Denka września

Kolejny miesiąc minął w zastraszającym tempie. Ostatnio nawet nie wiem, dlaczego tak szybko mi one lecą. Czas na kolejne denko, tym razem wrześniowe:


1. Płyn micelarny, który jest moim ulubieńcem. Na pewno kupię ponownie.
2. Pasta Thera Med, czyli mój kolejny ulubienic. Kupię ponownie.
3. Krem do twarzy Alterra. Był całkiem dobry, ale mnie szczególnie nie zachwycił. Nawilżanie jest przeciętne. Nie wiem, czy jeszcze kupię.
4. Żel pod oczy FlosLek. Według zapewnień producenta powinien zmniejszać sińce i obrzęki wokół oczu. Co do tego drugiego nie wypowiem się, bo nie mam takiego problemu, ale sińców niestety nie zmniejsza. Nie kupię ponownie.
5. Glinka Ghassoul. Do tej na pewno nie wrócę, ale z innej firmy chętnie wypróbuję, bo słyszałam o niej dużo dobrych rzeczy i chcę jej dać drugą szansę.
6. Olejek arganowy. Kupiłam go z myślą o pielęgnacji twarzy, niestety mnie zapycha. Na włosach za to sprawdza się świetnie, są mięciutkie i błyszczące. Ze względu na cenę nie wiem, czy kupię ponownie.
7. Próbki perfum Yves Rocher. Podobały mi się, ale mojego serca nie podbiły.
8. Próbka podkładu Eveline Magical Cover. Jak dla mnie był beznadziejny, w ciągu dnia tworzył ciemniejsze, nieestetyczne plamy. Nie kupię ponownie.
9. Próbka wyszczuplającego balsamu Love Me Green. O ile inne balsamy z tej firmy bardzo mi się spodobały (ten pomarańczowy po prostu cudo!), ten nie przypadł mi do gustu. Trudno się wchłaniał i rolował na ciele. Nie kupię ponownie.

Staram się ostatnio brać trochę za próbki, w następnym miesiącu też będę próbowała :)

Znacie te kosmetyki ? Jakie wrażenia ? :)

Domowe sposoby na piękne włosy cz. 2.

W poprzednim poście podawałam Wam kilka sposobów na maseczki do włosów. Dzisiaj napiszę o płukankach.


Piwo
Napój ten jest niezawodnym sprzymierzeńcem włosów. Od dawna nawilżano nim pasma, by się łatwiej skręcały. Większe korzyści od stylizacji daje jednak pielęgnacja - piwo zawiera dużo protein i witamin B wzmacniających cebulki. Piwo reguluje też pracę gruczołów łojowych, zmiękcza włosy i nadaje im połysku.

Płukanka
Do miski z wodą wlej szklankę odgazowanego piwa i wypłucz w tym włosy.


Pomarańcza
Skórka tego owocu posłuży włosom suchym i zniszczonym. Kryje w sobie różne składniki, a w dodatku pięknie pachnie - pod tym względem ma przewagę nad resztą kuchennych kosmetyków.

Płukanka
Skórkę z 1-2 sparzonych pomarańczy należy gotować 5-10 minut w 1-2 litrach wody. Przestudzony napar używamy jako płukanki.






Cytryna

Ten cytrus może pomóc zamknąć łuski włosowe i chronić włosy przed uszkodzeniami, jednocześnie nadając im połysk. Sok z cytryny jest polecany w przypadku włosów matowych i przetłuszczających się.

Płukanka
Do niewielkiej miski z chłodną wodą wyciskamy sok z połówki cytryny. Po umyciu włosów zanurzamy je w misce, lub polewamy płukanką pasma.

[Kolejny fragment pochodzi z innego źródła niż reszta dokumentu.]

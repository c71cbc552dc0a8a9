import { Router } from 'express';
import { multiply, sum } from '../../../../shared/money';
import { checkChargeAmount } from '../amounts';
import { invalidRequest, noSuch, Params } from '../params';
import type { Payments } from '../payments';
import { newId, unixNow, type FakeLineItem, type FakeSession, type SessionRecord } from '../store';
import { expand, expandPaths, paginate } from './lists';
import { requestInfo } from './middleware';

const CREATE_PARAMS = [
  'mode', 'line_items', 'success_url', 'cancel_url', 'customer_email', 'client_reference_id', 'metadata',
  'payment_intent_data', 'expires_at', 'payment_method_types', 'locale', 'submit_type', 'expand',
];

// Stripe API reference, Checkout Session `expires_at`: 30 minutes to 24 hours after creation.
const MIN_LIFETIME_S = 30 * 60;
const MAX_LIFETIME_S = 24 * 60 * 60;

function readLineItems(p: Params, created: number): FakeLineItem[] {
  const items = p.objectList('line_items');
  if (items.length === 0) {
    throw invalidRequest('You must provide at least one line item in payment mode.', {
      code: 'parameter_missing',
      param: 'line_items',
    });
  }
  return items.map((item) => {
    item.only(['price_data', 'quantity', 'price']);
    if (item.has('price')) {
      throw invalidRequest('The local card fake takes price_data only; saved prices are not implemented.', {
        param: item.name('price'),
      });
    }
    const priceData = item.object('price_data', { required: true }).only(['currency', 'unit_amount', 'product_data', 'tax_behavior']);
    const quantity = item.integer('quantity', { required: true, min: 1, max: 999_999 });
    const currency = priceData.string('currency', { required: true }).toLowerCase();
    if (!/^[a-z]{3}$/.test(currency)) throw invalidRequest(`Invalid currency: ${currency}`, { param: priceData.name('currency') });
    const unitAmount = priceData.integer('unit_amount', { required: true, min: 0 });
    const tax = priceData.enum('tax_behavior', ['exclusive', 'inclusive', 'unspecified'] as const) ?? 'unspecified';
    const product = priceData.object('product_data', { required: true }).only(['name', 'description', 'images', 'metadata', 'tax_code']);
    const name = product.string('name', { required: true, max: 250 });
    product.string('description', { max: 40_000 });
    product.stringList('images');
    product.metadata();
    product.string('tax_code');
    const total = multiply(unitAmount, quantity);
    return {
      id: newId.lineItem(),
      object: 'item',
      amount_discount: 0,
      amount_subtotal: total,
      amount_tax: 0,
      amount_total: total,
      currency,
      description: name,
      metadata: {},
      quantity,
      price: {
        id: newId.price(),
        object: 'price',
        active: false,
        billing_scheme: 'per_unit',
        created,
        currency,
        custom_unit_amount: null,
        livemode: false,
        lookup_key: null,
        metadata: {},
        nickname: null,
        product: newId.product(),
        recurring: null,
        tax_behavior: tax,
        tiers_mode: null,
        transform_quantity: null,
        type: 'one_time',
        unit_amount: unitAmount,
      },
    } satisfies FakeLineItem;
  });
}

function createSession(body: unknown, payments: Payments, baseUrl: string): FakeSession {
  const p = Params.of(body).only(CREATE_PARAMS);
  const mode = p.enum('mode', ['payment', 'setup', 'subscription'] as const, { required: true });
  if (mode !== 'payment') throw invalidRequest('The local card fake implements mode=payment only.', { param: 'mode' });
  const created = unixNow();
  const lineItems = readLineItems(p, created);
  const currency = lineItems[0].currency;
  if (lineItems.some((li) => li.currency !== currency)) {
    throw invalidRequest('All line items must have the same currency.', { param: 'line_items' });
  }
  const amount = sum(lineItems.map((li) => li.amount_total));
  checkChargeAmount(amount, currency, { param: 'line_items', session: true });

  const methods = p.stringList('payment_method_types');
  if (methods.some((m) => m !== 'card')) {
    throw invalidRequest('The local card fake takes cards only: payment_method_types may hold "card" only.', {
      param: 'payment_method_types',
    });
  }
  const expiresAt = p.integer('expires_at') ?? created + MAX_LIFETIME_S;
  if (expiresAt < created + MIN_LIFETIME_S) {
    throw invalidRequest('The `expires_at` timestamp must be at least 30 minutes from Checkout Session creation.', {
      param: 'expires_at',
    });
  }
  if (expiresAt > created + MAX_LIFETIME_S) {
    throw invalidRequest('The `expires_at` timestamp must be less than 24 hours from Checkout Session creation.', {
      param: 'expires_at',
    });
  }
  const pid = p.object('payment_intent_data')?.only(['metadata', 'description', 'receipt_email']);
  const id = newId.session();
  const session: FakeSession = {
    id,
    object: 'checkout.session',
    after_expiration: null,
    allow_promotion_codes: null,
    amount_subtotal: amount,
    amount_total: amount,
    automatic_tax: { enabled: false, liability: null, provider: null, status: null },
    billing_address_collection: null,
    cancel_url: p.url('cancel_url') ?? null,
    client_reference_id: p.string('client_reference_id', { max: 200 }) ?? null,
    client_secret: null,
    created,
    currency,
    customer: null,
    customer_creation: 'if_required',
    customer_details: null,
    customer_email: p.email('customer_email') ?? null,
    expires_at: expiresAt,
    invoice: null,
    livemode: false,
    locale: (p.string('locale') as FakeSession['locale']) ?? null,
    metadata: p.metadata() ?? {},
    mode,
    payment_intent: null,
    payment_link: null,
    payment_method_collection: 'if_required',
    payment_method_types: ['card'],
    payment_status: 'unpaid',
    recovered_from: null,
    setup_intent: null,
    status: 'open',
    submit_type: (p.enum('submit_type', ['auto', 'book', 'donate', 'pay', 'subscribe'] as const) ?? null),
    subscription: null,
    success_url: p.url('success_url') ?? null,
    total_details: { amount_discount: 0, amount_shipping: 0, amount_tax: 0 },
    ui_mode: 'hosted_page',
    url: `${baseUrl}/pay/${id}`,
  };
  const record: SessionRecord = {
    session,
    lineItems,
    paymentIntentData: {
      metadata: pid?.metadata() ?? {},
      description: pid?.string('description', { max: 1000 }) ?? null,
      receipt_email: pid?.email('receipt_email') ?? null,
    },
  };
  payments.store.sessions.set(id, record);
  return session;
}

export function checkoutSessionsRouter(payments: Payments, baseUrl: () => string): Router {
  const router = Router();
  const store = payments.store;
  const load = (id: string) => {
    const record = store.sessions.get(id);
    if (!record) throw noSuch('checkout.session', id);
    return record;
  };

  router.post('/checkout/sessions', (req, res) => {
    const session = createSession(req.body, payments, baseUrl());
    res.json(expand(session, expandPaths(Params.of(req.body)), store));
  });

  router.get('/checkout/sessions', (req, res) => {
    const p = Params.of(req.query).only(['limit', 'starting_after', 'ending_before', 'payment_intent', 'status', 'customer_details', 'expand']);
    const pi = p.string('payment_intent');
    const status = p.enum('status', ['open', 'complete', 'expired'] as const);
    const email = p.object('customer_details')?.only(['email']).string('email');
    const sessions = [...store.sessions.values()]
      .map((r) => r.session)
      .filter((s) => (pi === undefined || s.payment_intent === pi) && (status === undefined || s.status === status))
      .filter((s) => email === undefined || s.customer_details?.email === email);
    res.json(expand(paginate(sessions, p, '/v1/checkout/sessions', 'checkout.session'), expandPaths(p), store));
  });

  router.get('/checkout/sessions/:id', (req, res) => {
    const p = Params.of(req.query).only(['expand']);
    res.json(expand(load(req.params.id).session, expandPaths(p), store));
  });

  router.get('/checkout/sessions/:id/line_items', (req, res) => {
    const p = Params.of(req.query).only(['limit', 'starting_after', 'ending_before', 'expand']);
    const record = load(req.params.id);
    res.json(paginate([...record.lineItems].reverse(), p, `/v1/checkout/sessions/${record.session.id}/line_items`, 'item'));
  });

  router.post('/checkout/sessions/:id/expire', (req, res) => {
    const p = Params.of(req.body).only(['expand']);
    const record = load(req.params.id);
    payments.sweepExpired();
    if (record.session.status !== 'open') {
      throw invalidRequest(
        `This Checkout Session has a status of ${record.session.status}; only open Checkout Sessions can be expired.`,
        { param: 'session' },
      );
    }
    payments.expireSession(record, requestInfo(res));
    res.json(expand(record.session, expandPaths(p), store));
  });

  return router;
}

Lubicie płukanki ? Mi jakoś ciężko się do nich przekonać, chociaż wiem, że mają bardzo dobry wpływ na włosy :)


Domowe sposoby na piękne włosy cz. 1.

Po lecie nasze włosy są o wiele słabsze i przesuszone od słońca i słonej wody. Naturalne kuracje odżywią je i sprawią, że będą pięknie błyszczeć.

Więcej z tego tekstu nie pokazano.